# Task directions
In full and without alteration, write out the records.

START Records shown

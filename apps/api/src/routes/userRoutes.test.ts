import request from 'supertest';
import { describe, expect, it } from 'vitest';
import { AuditEntry } from '../models';
import { app, createWorld } from '../test/harness';

describe('users', () => {
  it('lets an admin change a role, with an audit entry', async () => {
    const { tokens, users } = await createWorld();
    const res = await request(app)
      .patch(`/api/users/${users.buyer.id}`)
      .set('Authorization', `Bearer ${tokens.printerAdmin}`)
      .send({ role: 'purchasing' });
    expect(res.status).toBe(200);
    expect(res.body.role).toBe('purchasing');
    // The new role applies to the live token at once: roles are read per request.
    const me = await request(app).get('/api/me').set('Authorization', `Bearer ${tokens.buyer}`);
    expect(me.body.role).toBe('purchasing');
    const audit = await AuditEntry.query().where({ entity: 'user', entityId: users.buyer.id });
    expect(audit).toHaveLength(1);
    expect(audit[0]!.detail).toMatchObject({ from: { role: 'buyer' }, to: { role: 'purchasing' } });
  });

  it('refuses a role of the other kind of organisation', async () => {
    const { tokens, users } = await createWorld();
    const res = await request(app)
      .patch(`/api/users/${users.estimator.id}`)
      .set('Authorization', `Bearer ${tokens.shopAdmin}`)
      .send({ role: 'buyer' });
    expect(res.status).toBe(400);
    expect(res.body.error.fields.role).toBeTruthy();
  });

  it('keeps at least one active admin, even when two admins demote each other at once', async () => {
    const { tokens, users } = await createWorld();
    const self = await request(app)
      .patch(`/api/users/${users.printerAdmin.id}`)
      .set('Authorization', `Bearer ${tokens.printerAdmin}`)
      .send({ role: 'buyer' });
    expect(self.status).toBe(409);

    await request(app)
      .patch(`/api/users/${users.purchasing.id}`)
      .set('Authorization', `Bearer ${tokens.printerAdmin}`)
      .send({ role: 'admin' });
    const [first, second] = await Promise.all([
      request(app)
        .patch(`/api/users/${users.purchasing.id}`)
        .set('Authorization', `Bearer ${tokens.printerAdmin}`)
        .send({ role: 'buyer' }),
      request(app)
        .patch(`/api/users/${users.printerAdmin.id}`)
        .set('Authorization', `Bearer ${tokens.purchasing}`)
        .send({ role: 'buyer' }),
    ]);
    expect([first.status, second.status].sort()).toEqual([200, 409]);
    const list = await request(app).get('/api/users').set('Authorization', `Bearer ${tokens.buyer}`);
    expect(list.body.filter((u: { role: string }) => u.role === 'admin')).toHaveLength(1);
  });
});
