import { Router, type RequestHandler } from 'express';
import { LayerMapUpdate, PdfPageUpdate } from '@kerfmark/contracts';
import { parse, parseId } from '../lib/parse';
import { allow } from '../middleware/allow';
import type { Services } from '../services';

/** Dieline files: readable by whoever may see the request; changed by the printer that owns it. */
export function fileRoutes(services: Services, requireAuth: RequestHandler): Router {
  const router = Router();
  router.use(requireAuth);
  const printer = allow({ kind: 'printer' });
  const id = (value: unknown) => parseId(value, 'That file');

  router.get('/:id', async (req, res) => {
    res.json(await services.files.get(req.user!, id(req.params.id)));
  });

  router.get('/:id/preview', async (req, res) => {
    res.json({ preview: await services.files.preview(req.user!, id(req.params.id)) });
  });

  router.get('/:id/download', async (req, res) => {
    res.json(await services.files.downloadUrl(req.user!, id(req.params.id)));
  });

  router.post('/:id/primary', printer, async (req, res) => {
    res.json(await services.files.makePrimary(req.user!, id(req.params.id)));
  });

  router.put('/:id/layers', printer, async (req, res) => {
    const { layerMap } = parse(LayerMapUpdate, req.body);
    res.json(await services.files.remap(req.user!, id(req.params.id), layerMap));
  });

  router.put('/:id/page', printer, async (req, res) => {
    const { page } = parse(PdfPageUpdate, req.body);
    res.json(await services.files.choosePage(req.user!, id(req.params.id), page));
  });

  router.delete('/:id', printer, async (req, res) => {
    await services.files.remove(req.user!, id(req.params.id));
    res.status(204).end();
  });

  return router;
}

END Records shown

# Result of this task
filename apps/api/src/routes/userRoutes.test.ts
import request from 'supertest';
import { describe, expect, it } from 'vitest';
import { AuditEntry } from '../models';
import { app, createWorld } from '../test/harness';

describe('users', () => {
  it('lets an admin change a role, with an audit entry', async () => {
    const { tokens, users } = await createWorld();
    const res = await request(app)
      .patch(`/api/users/${users.buyer.id}`)
      .set('Authorization', `Bearer ${tokens.printerAdmin}`)
      .send({ role: 'purchasing' });
    expect(res.status).toBe(200);
    expect(res.body.role).toBe('purchasing');
    // The new role applies to the live token at once: roles are read per request.
    const me = await request(app).get('/api/me').set('Authorization', `Bearer ${tokens.buyer}`);
    expect(me.body.role).toBe('purchasing');
    const audit = await AuditEntry.query().where({ entity: 'user', entityId: users.buyer.id });
    expect(audit).toHaveLength(1);
    expect(audit[0]!.detail).toMatchObject({ from: { role: 'buyer' }, to: { role: 'purchasing' } });
  });

  it('refuses a role of the other kind of organisation', async () => {
    const { tokens, users } = await createWorld();
    const res = await request(app)
      .patch(`/api/users/${users.estimator.id}`)
      .set('Authorization', `Bearer ${tokens.shopAdmin}`)
      .send({ role: 'buyer' });
    expect(res.status).toBe(400);
    expect(res.body.error.fields.role).toBeTruthy();
  });

  it('keeps at least one active admin, even when two admins demote each other at once', async () => {
    const { tokens, users } = await createWorld();
    const self = await request(app)
      .patch(`/api/users/${users.printerAdmin.id}`)
      .set('Authorization', `Bearer ${tokens.printerAdmin}`)
      .send({ role: 'buyer' });
    expect(self.status).toBe(409);

    await request(app)
      .patch(`/api/users/${users.purchasing.id}`)
      .set('Authorization', `Bearer ${tokens.printerAdmin}`)
      .send({ role: 'admin' });
    const [first, second] = await Promise.all([
      request(app)
        .patch(`/api/users/${users.purchasing.id}`)
        .set('Authorization', `Bearer ${tokens.printerAdmin}`)
        .send({ role: 'buyer' }),
      request(app)
        .patch(`/api/users/${users.printerAdmin.id}`)
        .set('Authorization', `Bearer ${tokens.purchasing}`)
        .send({ role: 'buyer' }),
    ]);
    expect([first.status, second.status].sort()).toEqual([200, 409]);
    const list = await request(app).get('/api/users').set('Authorization', `Bearer ${tokens.buyer}`);
    expect(list.body.filter((u: { role: string }) => u.role === 'admin')).toHaveLength(1);
  });
});
import { Router, type RequestHandler } from 'express';
import { LayerMapUpdate, PdfPageUpdate } from '@kerfmark/contracts';
import { parse, parseId } from '../lib/parse';
import { allow } from '../middleware/allow';
import type { Services } from '../services';

/** Dieline files: readable by whoever may see the request; changed by the printer that owns it. */
export function fileRoutes(services: Services, requireAuth: RequestHandler): Router {
  const router = Router();
  router.use(requireAuth);
  const printer = allow({ kind: 'printer' });
  const id = (value: unknown) => parseId(value, 'That file');

  router.get('/:id', async (req, res) => {
    res.json(await services.files.get(req.user!, id(req.params.id)));
  });

  router.get('/:id/preview', async (req, res) => {
    res.json({ preview: await services.files.preview(req.user!, id(req.params.id)) });
  });

  router.get('/:id/download', async (req, res) => {
    res.json(await services.files.downloadUrl(req.user!, id(req.params.id)));
  });

  router.post('/:id/primary', printer, async (req, res) => {
    res.json(await services.files.makePrimary(req.user!, id(req.params.id)));
  });

  router.put('/:id/layers', printer, async (req, res) => {
    const { layerMap } = parse(LayerMapUpdate, req.body);
    res.json(await services.files.remap(req.user!, id(req.params.id), layerMap));
  });

  router.put('/:id/page', printer, async (req, res) => {
    const { page } = parse(PdfPageUpdate, req.body);
    res.json(await services.files.choosePage(req.user!, id(req.params.id), page));
  });

  router.delete('/:id', printer, async (req, res) => {
    await services.files.remove(req.user!, id(req.params.id));
    res.status(204).end();
  });

  return router;
}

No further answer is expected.